Images from Give Me A Sign














Thursday, July 29, 2010

Alan W George

I am not quite sure how but somewhere along the way, photography has become a central part of my life. Photography for me is a way of exploring the world. It's the process of searching, selecting and examining something that would otherwise go unnoticed. Through this process, I feel more conscious, more aware, more engaged, more alive. Plus, as Mr. Winogrand put so succinctly , I just like to see what things look like as photographs.

I can really relate to what Alan George has to say about photography, and it's evident in his work. Alan has a number of interesting series--three are featured below--that are observations of the world around him. He has a way a finding order in chaos, finding humor in the mundane, and most importantly, realizing that life is fascinating and worth celebrating.

Alan was born in Fayetteville, North Carolina and then moved to Nashville, Tennessee. In 1996 I moved with my wife, Jennifer, from Nashville to San Francisco, California looking for a change, something different. We found it. After 10 plus years of culture shock, it's starting to feel like home. We now live in the Mission neighborhood of San Francisco with our two kids, dog, cat and a 30 year mortgage.

Images from Immediate Vicinity
On 21st of March, 2007 my daughter was born. My son had, two months prior, celebrated his second birthday. Anyone in similar circumstances can appreciate that there is little time for anything other than domesticated "bliss" and occasionally some sleep. Photography seemed out of the question. Determined to pick up the camera again, I set about to make the best use of the only time that I had at my disposal, my commute to work which consisted of a 12 minute walk to the subway and then a 10 minute ride.

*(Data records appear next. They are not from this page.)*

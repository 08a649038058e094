// The example charts of report.html, drawn from results' "examples" block:
// a window of the series with its masked stretches and the leading fills,
// and the autocorrelation of the complete series beside that of each fill.
#include <algorithm>
#include <cmath>

#include "html_charts.hpp"

namespace gapmark::charts {
namespace {

using svg::coord;

std::vector<double> numbers(const nlohmann::json& array) {
  std::vector<double> out;
  if (!array.is_array()) return out;
  for (const auto& v : array) out.push_back(v.is_number() ? v.get<double>() : std::nan(""));
  return out;
}

void widen(double& lo, double& hi, const std::vector<double>& xs) {
  for (double x : xs)
    if (std::isfinite(x)) lo = std::min(lo, x), hi = std::max(hi, x);
}

// Calls visit(i, j) for each masked stretch [i, j) of the window, in order.
template <class Visit>
void for_each_masked_run(const std::vector<double>& mask_values, Visit visit) {
  const std::size_t w = mask_values.size();
  for (std::size_t i = 0; i < w;) {
    if (mask_values[i] != 1) {
      ++i;
      continue;
    }
    std::size_t j = i;
    while (j < w && mask_values[j] == 1) ++j;
    visit(i, j);
    i = j;
  }
}

}  // namespace

std::string window_chart(const nlohmann::json& example, const std::vector<svg::Style>& styles,
                         const std::string& y_label) {
  const auto truth = numbers(example.value("truth", nlohmann::json::array()));
  const auto mask_values = numbers(example.value("mask", nlohmann::json::array()));
  const std::size_t w = truth.size();
  if (w < 2 || mask_values.size() != w) return "";
  const double start = example.value("start", 0.0);
  std::vector<std::vector<double>> fills;
  std::vector<std::string> names;
  for (const auto& m : example.value("methods", nlohmann::json::array())) {
    fills.push_back(numbers(m.value("filled", nlohmann::json::array())));
    names.push_back(m.value("method", std::string()));
  }
  double lo = HUGE_VAL, hi = -HUGE_VAL;
  widen(lo, hi, truth);
  for (const auto& f : fills) widen(lo, hi, f);
  if (lo > hi) return "";

  Plot plot;
  plot.height = 280;
  plot.x = {start - 0.5, start + static_cast<double>(w) - 0.5, plot.x0(), plot.x1()};
  const auto y_ticks = fit_y(plot, lo, hi);
  const auto x_ticks = svg::nice_ticks(start, start + static_cast<double>(w) - 1, 6);
  std::string out = open_svg(plot, "Example window: true values, hidden points and fills");
  // Masked stretches first, behind everything.
  for_each_masked_run(mask_values, [&](std::size_t i, std::size_t j) {
    const double a = plot.x(start + static_cast<double>(i) - 0.5), b = plot.x(start + static_cast<double>(j) - 0.5);
    out += "<rect x=\"" + coord(a) + "\" y=\"" + coord(plot.y1()) + "\" width=\"" + coord(b - a) + "\" height=\"" +
           coord(plot.y0() - plot.y1()) + "\" fill=\"" + svg::kShade + "\"/>";
  });
  out += axes(plot, x_ticks, {}, y_ticks, "position in the series", y_label);
  std::vector<double> xs(w), ys(w);
  for (std::size_t i = 0; i < w; ++i) {
    xs[i] = plot.x(start + static_cast<double>(i));
    ys[i] = std::isfinite(truth[i]) ? plot.y(truth[i]) : std::nan("");
  }
  out += "<g class=\"truth\"><title>true values</title>" + svg::polyline(xs, ys, {svg::kInk, "", "circle"}, 1.3);
  for (std::size_t i = 0; i < w; ++i)
    if (mask_values[i] == 1 && std::isfinite(ys[i]))
      out += "<circle cx=\"" + coord(xs[i]) + "\" cy=\"" + coord(ys[i]) + "\" r=\"2.6\" fill=\"#fff\" stroke=\"" +
             svg::kInk + "\" stroke-width=\"1.2\"/>";
  out += "</g>";
  // Each fill over each masked stretch, joined to the observed neighbours.
  for (std::size_t m = 0; m < fills.size(); ++m) {
    if (fills[m].size() != w) continue;
    const svg::Style s = m < styles.size() ? styles[m] : svg::style(m);
    out += "<g class=\"fill\"><title>" + svg::escape(names[m]) + "</title>";
    for_each_masked_run(mask_values, [&](std::size_t i, std::size_t j) {
      std::vector<double> px, py;
      if (i > 0 && std::isfinite(truth[i - 1])) px.push_back(xs[i - 1]), py.push_back(ys[i - 1]);
      for (std::size_t k = i; k < j; ++k) {
        px.push_back(xs[k]);
        py.push_back(std::isfinite(fills[m][k]) ? plot.y(fills[m][k]) : std::nan(""));
      }
      if (j < w && std::isfinite(truth[j])) px.push_back(xs[j]), py.push_back(ys[j]);
      out += svg::polyline(px, py, s, 1.8);
      for (std::size_t k = i; k < j; ++k)
        if (std::isfinite(fills[m][k])) out += svg::marker(s, xs[k], plot.y(fills[m][k]), 2.4);
    });
    out += "</g>";
  }
  out += "</svg>";
  return out;
}

std::string acf_chart(const nlohmann::json& example, const std::vector<svg::Style>& styles) {
  if (!example.contains("acf")) return "";
  const auto& acf = example["acf"];
  const auto truth = numbers(acf.value("truth", nlohmann::json::array()));
  const std::size_t lags = truth.size();
  if (lags < 2) return "";
  double lo = 0, hi = 0;
  widen(lo, hi, truth);
  std::vector<std::pair<std::vector<double>, svg::Style>> lines;
  const auto methods = example.value("methods", nlohmann::json::array());
  for (const auto& a : acf.value("methods", nlohmann::json::array())) {
    const std::string name = a.value("method", std::string());
    svg::Style s = svg::style(svg::kStyles);
    for (std::size_t m = 0; m < methods.size() && m < styles.size(); ++m)
      if (methods[m].value("method", std::string()) == name) s = styles[m];
    lines.emplace_back(numbers(a.value("values", nlohmann::json::array())), s);
    widen(lo, hi, lines.back().first);
  }
  Plot plot;
  plot.x = {0.3, static_cast<double>(lags) + 0.7, plot.x0(), plot.x1()};
  const auto y_ticks = fit_y(plot, lo, hi);
  auto x_ticks = svg::nice_ticks(1, static_cast<double>(lags), 8);
  x_ticks.erase(std::remove_if(x_ticks.begin(), x_ticks.end(),
                               [](double t) { return t < 1 || t != std::floor(t); }),
                x_ticks.end());
  std::string out = open_svg(plot, "Autocorrelation of the complete series and of each fill");
  out += axes(plot, x_ticks, {}, y_ticks, "lag (steps)", "autocorrelation");
  const double zero = plot.y(0);
  const double bar = std::max(1.0, std::min(8.0, (plot.x1() - plot.x0()) / static_cast<double>(lags) * 0.55));
  out += "<g class=\"truth\"><title>complete series</title>";
  for (std::size_t k = 0; k < lags; ++k) {
    if (!std::isfinite(truth[k])) continue;
    const double x = plot.x(static_cast<double>(k + 1)), y = plot.y(truth[k]);
    out += "<rect x=\"" + coord(x - bar / 2) + "\" y=\"" + coord(std::min(y, zero)) + "\" width=\"" + coord(bar) +
           "\" height=\"" + coord(std::abs(zero - y)) + "\" fill=\"#c9ced2\"/>";
  }
  out += "</g>";
  for (std::size_t l = 0; l < lines.size(); ++l) {
    const auto& [values, s] = lines[l];
    std::vector<double> xs, ys;
    for (std::size_t k = 0; k < values.size(); ++k) {
      xs.push_back(plot.x(static_cast<double>(k + 1)));
      ys.push_back(std::isfinite(values[k]) ? plot.y(values[k]) : std::nan(""));
    }
    out += "<g class=\"fill\">" + svg::polyline(xs, ys, s, 1.8);
    const std::size_t every = std::max<std::size_t>(1, values.size() / 24);
    for (std::size_t k = 0; k < values.size(); k += every)
      if (std::isfinite(ys[k])) out += svg::marker(s, xs[k], ys[k], 2.6);
    out += "</g>";
  }
  out += "</svg>";
  return out;
}

}  // namespace gapmark::charts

Photography, at least it seems to me, has a direct relationship with the "reality" the photographer experiences, either accidental or contrived. The photographer selects some portion of this "reality", captures it and presents it as a photograph. The job of a photographer is to manage this "reality" is such a way as to result in interesting photographs. Traveling to exotic destinations, achieving access to the otherwise inaccessible locations/people, constructing film set like concoctions; these are but a few of the many "reality" enhancement techniques. None of which where readily available to me. This series of images is a result of an attempt to make the most of my forced "reality".












Images from domesticated
With this series of images, I examine domesticated urban plants and people's attempts to control and manipulate them in sometimes trivial and inconsequential ways. My hope is that these at times humorous and tragic examples echo conditions within the larger context of the relationship between humanity and nature. I also hope that the viewer can identify with certain human or anthropomorphic characteristics of the subjects, perhaps feeling a bit saddened by their subjugated circumstances.















Images from sweet nothing
It occurs one day. The realization that there is just about as much road ahead as there is behind. That you have made decisions that have put you on this seemingly unalterable course and the conclusion appears disturbingly clear.